У меня остались очень неприятные воспоминания о первых неделях, последовавших за рождением Аллана. Моя мать и мать Филиппа обосновались в маленькой гостиной, рядом с моей комнатой. Дверь была открыта, и я слышала сквозь сон, лежа с закрытыми глазами, их пессимистические прогнозы относительно воспитания нашего ребенка. Хотя они были и очень разные люди и, вероятно, не сошлись бы ни в одном вопросе, это не мешало им нападать на нас дружным дуэтом. Их объединяли общие традиции людей старшего сравнительно с нами поколения.

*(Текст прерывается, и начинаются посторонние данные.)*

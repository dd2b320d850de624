package server

import (
	"bytes"
	"context"
	"encoding/json"
	"fmt"
	"io"
	"math/rand/v2"
	"net"
	"net/http"
	"os/exec"
	"path/filepath"
	"sync"
	"sync/atomic"
	"testing"
	"time"

	"tripwell/store"
)

const (
	killRounds  = 20
	killPhones  = 4
	killBatch   = 7
	killDevices = 40
)

// TestKill_NoAcknowledgedRecordIsLost kills a real server (SIGKILL) at random moments while phones push. After every
// round each record it acknowledged is there with its bytes, the store passes the check, and a rebuild gives the same
// read models. What was not acknowledged is sent again in the next round, as a phone does.
func TestKill_NoAcknowledgedRecordIsLost(t *testing.T) {
	if testing.Short() {
		t.Skip("kills a server twenty times")
	}
	r := newRig(t, killDevices)
	phones := make([]*killPhone, killPhones)
	for i := range phones {
		phones[i] = &killPhone{handset: r.handset(r.crew)}
	}
	must(t, r.store.Close())
	binary := buildTripwell(t)
	acked := map[string]string{}
	for round := range killRounds {
		address := freeAddress(t)
		serve := exec.Command(binary, "serve", "--data", r.dir, "--listen", address)
		var said bytes.Buffer
		serve.Stdout, serve.Stderr = &said, &said
		must(t, serve.Start())
		waitFor(t, address)
		var wg sync.WaitGroup
		for _, p := range phones {
			wg.Go(func() { p.pushUntilCut("http://" + address) })
		}
		waitForAcks(t, phones, 1+rand.IntN(60), &said)
		time.Sleep(time.Duration(rand.IntN(20_000)) * time.Microsecond)
		must(t, serve.Process.Kill())
		_ = serve.Wait()
		wg.Wait()
		for _, p := range phones {
			if p.failed != nil {
				t.Fatalf("round %d: %v", round, p.failed)
			}
			for id, rec := range p.acked {
				acked[id] = rec
			}
		}
		checkKilled(t, r, acked, round)
	}
	t.Logf("%d records acknowledged over %d kills", len(acked), killRounds)
	if len(acked) < killRounds {
		t.Error("hardly anything was acknowledged: the kills come too early to prove anything")
	}
	var err error
	r.store, err = store.Open(r.dir, store.Options{Now: time.Now})
	must(t, err) // the rig closes it
}

// waitForAcks waits until that many batches have been acknowledged in this round, so that a slow machine is not killed
// before it did anything.
func waitForAcks(t *testing.T, phones []*killPhone, batches int, said *bytes.Buffer) {
	t.Helper()
	var before int64
	for _, p := range phones {
		before += p.batches.Load()
	}
	for began := time.Now(); time.Since(began) < 30*time.Second; time.Sleep(time.Millisecond) {
		var now int64
		for _, p := range phones {
			now += p.batches.Load()
		}
		if now-before >= int64(batches) {
			return
		}
	}
	t.Fatalf("the server does not acknowledge %d batches in 30 s; it said:\n%s", batches, said)
}

func checkKilled(t *testing.T, r *rig, acked map[string]string, round int) {
	t.Helper()
	s, err := store.Open(r.dir, store.Options{Now: time.Now})
	must(t, err)
	defer func() { must(t, s.Close()) }()
	must(t, s.View(ownerScope, func(v *store.View) error {
		for id, want := range acked {
			got, _, err := v.Record(id)
			if err != nil || string(got) != want {
				t.Fatalf("round %d: acknowledged record %s: got %q (%v), want %q", round, id, got, err, want)
			}
		}
		return nil
	}))
	report, err := s.Check(context.Background(), nil)
	must(t, err)
	for _, p := range report.Problems {
		t.Errorf("round %d: check: %s", round, p)
	}
	before, err := s.ViewHash()
	must(t, err)
	must(t, s.Rebuild(context.Background(), nil))
	after, err := s.ViewHash()
	must(t, err)
	if before != after {
		t.Errorf("round %d: the read models hash to %s, rebuilt to %s", round, before, after)
	}
}

// killPhone keeps what it still has to send, as a phone's tray does.
type killPhone struct {
	*handset
	tray    []string
	acked   map[string]string
	failed  error
	batches atomic.Int64
}

func (p *killPhone) pushUntilCut(url string) {
	client := &http.Client{Transport: &http.Transport{}}
	defer client.CloseIdleConnections()
	if p.acked == nil {
		p.acked = map[string]string{}
	}
	for {
		for len(p.tray) < killBatch {
			p.tray = append(p.tray, p.entry(p.r.devices[rand.IntN(len(p.r.devices))], 4.5).bytes(p.r.t))
		}
		req, err := http.NewRequest(http.MethodPost, url+"/exchange/push", bytes.NewReader(pushBody(p.r.t, p.tray...)))
		if err != nil {
			p.failed = err
			return
		}
		req.Header.Set("Authorization", "Bearer "+p.token)
		res, err := client.Do(req)
		if err != nil {
			return // cut
		}
		if res.StatusCode != http.StatusOK {
			text, _ := io.ReadAll(res.Body)
			_ = res.Body.Close()
			p.failed = fmt.Errorf("push: %d %s", res.StatusCode, text)
			return
		}
		var got receiptsAnswer
		err = json.NewDecoder(res.Body).Decode(&got)
		_ = res.Body.Close()
		if err != nil {
			return // cut in the middle of the answer
		}
		for i, receipt := range got.Receipts {
			if receipt.State != "stored" && receipt.State != "already" {
				p.failed = &store.Error{Code: receipt.Code, Text: receipt.State + ": " + receipt.Text}
				return
			}
			p.acked[receipt.ID] = p.tray[i]
		}
		p.tray = nil
		p.batches.Add(1)
	}
}

func buildTripwell(t *testing.T) string {
	t.Helper()
	binary := filepath.Join(t.TempDir(), "tripwell")
	build := exec.Command("go", "build", "-o", binary, "tripwell/cmd/tripwell")
	if out, err := build.CombinedOutput(); err != nil {
		t.Fatalf("build: %v\n%s", err, out)
	}
	return binary
}

func freeAddress(t *testing.T) string {
	t.Helper()
	l, err := net.Listen("tcp", "127.0.0.1:0")
	must(t, err)
	defer l.Close()
	return l.Addr().String()
}

func waitFor(t *testing.T, address string) {
	t.Helper()
	for range 200 {
		if c, err := net.Dial("tcp", address); err == nil {
			_ = c.Close()
			return
		}
		time.Sleep(25 * time.Millisecond)
	}
	t.Fatalf("the server does not answer at %s", address)
}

— Веселенькая картинка, — говорила г-жа Марсена, — Филипп будет заниматься чем угодно, только не воспитанием своего ребенка, и Изабелла не будет заниматься ничем, кроме Филиппа. Вы увидите, что этот ребенок будет делать все, что ему заблагорассудится…

— Ну понятно, — говорила моя мать, — у этих молодых людей нет другого слова, кроме «счастье». Надо, чтобы дети были «счастливы», надо, чтобы муж был «счастлив», надо, чтобы любовница была «счастлива», надо, чтобы прислуга была «счастлива» и, стремясь к этому счастью, они уничтожают все правила, все препоны, они не хотят больше наказывать детей, они прощают ребенка еще прежде, чем он, не говорю уж заслужил, но даже просто попросил прощения. Это невообразимо! И что получается в результате? Я спрашиваю себя. Если бы они хоть были счастливее, чем мы с вами, я бы еще поняла. Но смешно ведь то, что они менее счастливы, чем мы, гораздо менее счастливы. Я вижу мою дочь… Интересно, спит ли она? Ты спишь, Изабелла?

Я не отвечала…

— Странно, что у нее такая сонливость, вот уже третьи сутки, — замечала моя мать.

— Зачем ее хлороформировали? — говорила г-жа Марсена. — Я сказала Филиппу, что ни за что не допустила бы этого на ее месте. Надо рожать детей самостоятельно. У меня трое детей. Правда, к несчастью, я потеряла двоих, но все они родились естественно. Эти искусственные роды вредны и для ребенка, и для матери. Я была страшно возмущена, когда узнала, что Изабелла оказалась такой неженкой. Я думаю, что во всей нашей семье (а Марсена живут в десяти округах) не нашлось бы ни одной женщины, которая согласилась бы на это.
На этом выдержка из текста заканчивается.